PCOS and overweight/obese are common metabolic disorders associated with subfertility [1, 2, 3, 4, 5, 6], a recent study observed no significant differences in clinical pregnancy rates between patients with PCOS and those without this syndrome [14]. This appears to indicate that an overweight/obese condition supersedes PCOS as an important factor in female fertility and pregnancy outcomes.
In the year 1998, the World Health Organization determined the overweight and obesity BMI thresholds for Caucasian individuals as 25 kg/m2 and 30 kg/m2, respectively [15]. In 2002, China’s Obesity Working Group proposed adult BMI thresholds of 24.0 and 28 kg/m2 to demarcate an overweight or obese status [11, 12]. In the current study with a Chinese population, we applied a BMI of 24.0 kg/m2 as the demarcation for analysis.

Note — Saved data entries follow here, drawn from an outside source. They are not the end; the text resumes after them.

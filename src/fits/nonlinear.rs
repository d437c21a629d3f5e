//! `#nonlinear(response, model, start(...))`: least squares of the response
//! on a model with parameters, such as `a*exp(-k*Hours) + c`.
//!
//! The resolver binds the model (names in `start(...)` are parameters, all
//! others columns) into a [`Formula`]; this file evaluates it — the
//! residuals in double-double ([`eval_dd`]), the Jacobian exactly by
//! forward differentiation ([`Formula::gradient`]) — runs
//! Levenberg–Marquardt ([`crate::numeric::nls`]) and reports the parameters
//! with Wald inference on `n − p` degrees of freedom, the convergence
//! report, residual checks and the per-row columns. A run that meets no
//! convergence test within `limit=` is an error, never a result: its
//! message says where it stopped (docs/fit-language.md).

use super::linear::{count, finite, param, pval, shared_options, stat};
use super::{Fit, FitError};
use crate::numeric::dd::Dd;
use crate::numeric::diagnostics as diag;
use crate::numeric::nls::{self, NlsError, Residuals, Settings};
use crate::numeric::qr::{PivotedQr, Pivoting};
use crate::numeric::{t_quantile, t_sf};
use crate::protocol::{
    Coefficient, FitOutcome, FitRequest, Formula, Function, FunctionSpec, LeastSquares, Likelihood, Link, OptionValue, ParamKind, ParamSpec, Predictor, PredictorForm, RowColumn,
    RowRole, RowWarning,
};

/// The built-in nonlinear least-squares fit.
pub struct Nonlinear {
    spec: FunctionSpec,
}

/// The largest `limit=` accepted.
pub const MAX_LIMIT: usize = 100_000;

impl Nonlinear {
    /// The fit with its spec.
    pub fn new() -> Self {
        let p = |name: &str, kind: ParamKind, required: bool, default: Option<&str>, help: &str| ParamSpec { required, ..param(name, kind, default, &[], help) };
        let mut options = vec![ParamSpec {
            example: Some("start(a=…, k=…)".into()),
            ..p("start", ParamKind::Group, true, None, "the parameters with their starting values, such as start(a=40, k=0.2, c=5)")
        }];
        options.extend(shared_options().into_iter().filter(|o| ["name", "confidence", "weights", "gaps", "table"].contains(&o.name.as_str())));
        let default_limit = nls::DEFAULT_LIMIT.to_string();
        options.push(p("limit", ParamKind::Integer, false, Some(&default_limit), "the most iterations (trial steps) before the fit gives up"));
        Nonlinear {
            spec: FunctionSpec {
                name: "nonlinear".into(),
                help: "least squares of the response on a model with parameters (Levenberg–Marquardt, exact derivatives), with standard errors, intervals and a convergence report".into(),
                positional: vec![
                    p("response", ParamKind::Column, true, None, "the column to explain (a header name, a range, or an expression such as log(Yield))"),
                    p("model", ParamKind::Expression, true, None, "the model: columns, parameters named in start(...), numbers, pi, + - * / ^ and exp log log10 sqrt abs sin cos tan atan"),
                ],
                options,
            },
        }
    }
}

impl Default for Nonlinear {
    fn default() -> Self {
        Self::new()
    }
}

/// `ln 10` as a double-double (digits 2.302585092994045684017991454684…).
const LN_10: Dd = Dd { hi: std::f64::consts::LN_10, lo: -2.170_756_223_382_249_4e-16 };

/// The formula's value in double-double arithmetic: `+ − × ÷`, `^`, `exp`,
/// `log`, `log10` and `sqrt` to about 1e-30 relative; `abs` exactly; `sin`,
/// `cos`, `tan` and `atan` at double precision with a first-order
/// correction for the low part of their argument (docs/accuracy.md).
pub fn eval_dd(f: &Formula, columns: &[f64], params: &[f64]) -> Dd {
    let e = |g: &Formula| eval_dd(g, columns, params);
    match f {
        Formula::Number(x) => Dd::new(*x),
        Formula::Column(j) => Dd::new(columns.get(*j).copied().unwrap_or(f64::NAN)),
        Formula::Parameter(k) => Dd::new(params.get(*k).copied().unwrap_or(f64::NAN)),
        Formula::Neg(a) => -e(a),
        Formula::Add(a, b) => e(a) + e(b),
        Formula::Sub(a, b) => e(a) - e(b),
        Formula::Mul(a, b) => e(a) * e(b),
        Formula::Div(a, b) => e(a) / e(b),
        Formula::Pow(a, b) => e(a).powd(e(b)),
        Formula::Call(func, a) => {
            let x = e(a);
            match func {
                Function::Exp => x.exp(),
                Function::Log => x.ln(),
                Function::Log10 => x.ln() / LN_10,
                Function::Sqrt => {
                    if x.hi < 0.0 {
                        Dd::new(f64::NAN)
                    } else {
                        x.sqrt()
                    }
                }
                Function::Abs => x.abs(),
                _ => Dd::from_sum(func.apply(x.hi), func.derivative(x.hi) * x.lo),
            }
        }
    }
}

/// The request as a least-squares problem: `rᵢ = √wᵢ·(yᵢ − f(xᵢ; b))`.
struct Problem<'a> {
    formula: &'a Formula,
    /// Row-major column values: row `i` is `x[i*k..(i+1)*k]`.
    x: Vec<f64>,
    k: usize,
    y: &'a [f64],
    sqrt_w: Option<Vec<f64>>,
    p: usize,
}

impl Problem<'_> {
    fn row(&self, i: usize) -> &[f64] {
        &self.x[i * self.k..(i + 1) * self.k]
    }
    fn weight(&self, i: usize) -> f64 {
        self.sqrt_w.as_ref().map_or(1.0, |w| w[i])
    }
    /// The model's values at `b` in double precision (for the Fitted column).
    fn fitted(&self, b: &[f64]) -> Vec<f64> {
        (0..self.y.len()).map(|i| eval_dd(self.formula, self.row(i), b).to_f64()).collect()
    }
}

impl Residuals for Problem<'_> {
    fn rows(&self) -> usize {
        self.y.len()
    }
    fn parameters(&self) -> usize {
        self.p
    }
    fn residuals(&self, b: &[f64], out: &mut [f64]) -> Result<Dd, usize> {
        let mut rss = Dd::ZERO;
        for (i, o) in out.iter_mut().enumerate() {
            let f = eval_dd(self.formula, self.row(i), b);
            let r = (Dd::new(self.y[i]) - f).mul_f64(self.weight(i));
            if !r.is_finite() {
                return Err(i);
            }
            rss = rss + r * r;
            *o = r.to_f64();
        }
        Ok(rss)
    }
    fn jacobian(&self, b: &[f64], out: &mut [f64]) -> Result<(), usize> {
        let n = self.y.len();
        for i in 0..n {
            let (_, g) = self.formula.gradient(self.row(i), b);
            let w = self.weight(i);
            for (j, d) in g.iter().enumerate() {
                let v = -w * d;
                if !v.is_finite() {
                    return Err(i);
                }
                out[j * n + i] = v;
            }
        }
        Ok(())
    }
}

/// Whether the model has a parameter as one of its top-level added terms
/// (`… + c`): then a constant-only model is nested in it and R² compares
/// the two.
fn has_additive_constant(f: &Formula) -> bool {
    match f {
        Formula::Parameter(_) => true,
        Formula::Add(a, b) => has_additive_constant(a) || has_additive_constant(b),
        Formula::Sub(a, b) => has_additive_constant(a) || matches!(**b, Formula::Parameter(_)),
        _ => false,
    }
}

/// A number with at most 7 significant digits and no trailing zeros, for
/// messages (`1`, `0.1`, `182.2948`, `1.5e-7`).
fn figure(x: f64) -> String {
    fn trimmed(t: &str) -> &str {
        if t.contains('.') {
            t.trim_end_matches('0').trim_end_matches('.')
        } else {
            t
        }
    }
    if x == 0.0 || !x.is_finite() {
        return format!("{x}");
    }
    if x.abs() >= 1e6 || x.abs() < 1e-3 {
        let t = format!("{x:.6e}");
        let (m, e) = t.split_once('e').unwrap_or((&t, "0"));
        format!("{}e{e}", trimmed(m))
    } else {
        let digits = (6 - x.abs().log10().floor() as i32).clamp(0, 12) as usize;
        trimmed(&format!("{x:.digits$}")).to_string()
    }
}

Women in N-W group (n = 265) are almost two times more than O-O group (n = 138) in our study. This result verified a global study showed the percentage of N-W women (63%) are twice as many as O-O women (32%) in China by 2010. While in high-income English-speaking countries and central Afria, the percentages of N-W and O-O are 37% versus 60% and 66% versus 26%, respectively [16]. The overweight/obese is linked to ethnicities, regions, and incomes.
A retrospective cohort study showed that an overweight BMI was no more associated with poor implantation or live-birth rates than normal BMI [17]. However, data regarding the outcomes of IVF/ICSI for patients with PCOS that consider BMI have been inconsistent. For example, O-O patients with PCOS have been reported to have fewer retrieved oocytes, increased rates of miscarriage rates, and lower rates of clinical pregnancy, compared with N-W PCOS patients [18, 19, 20].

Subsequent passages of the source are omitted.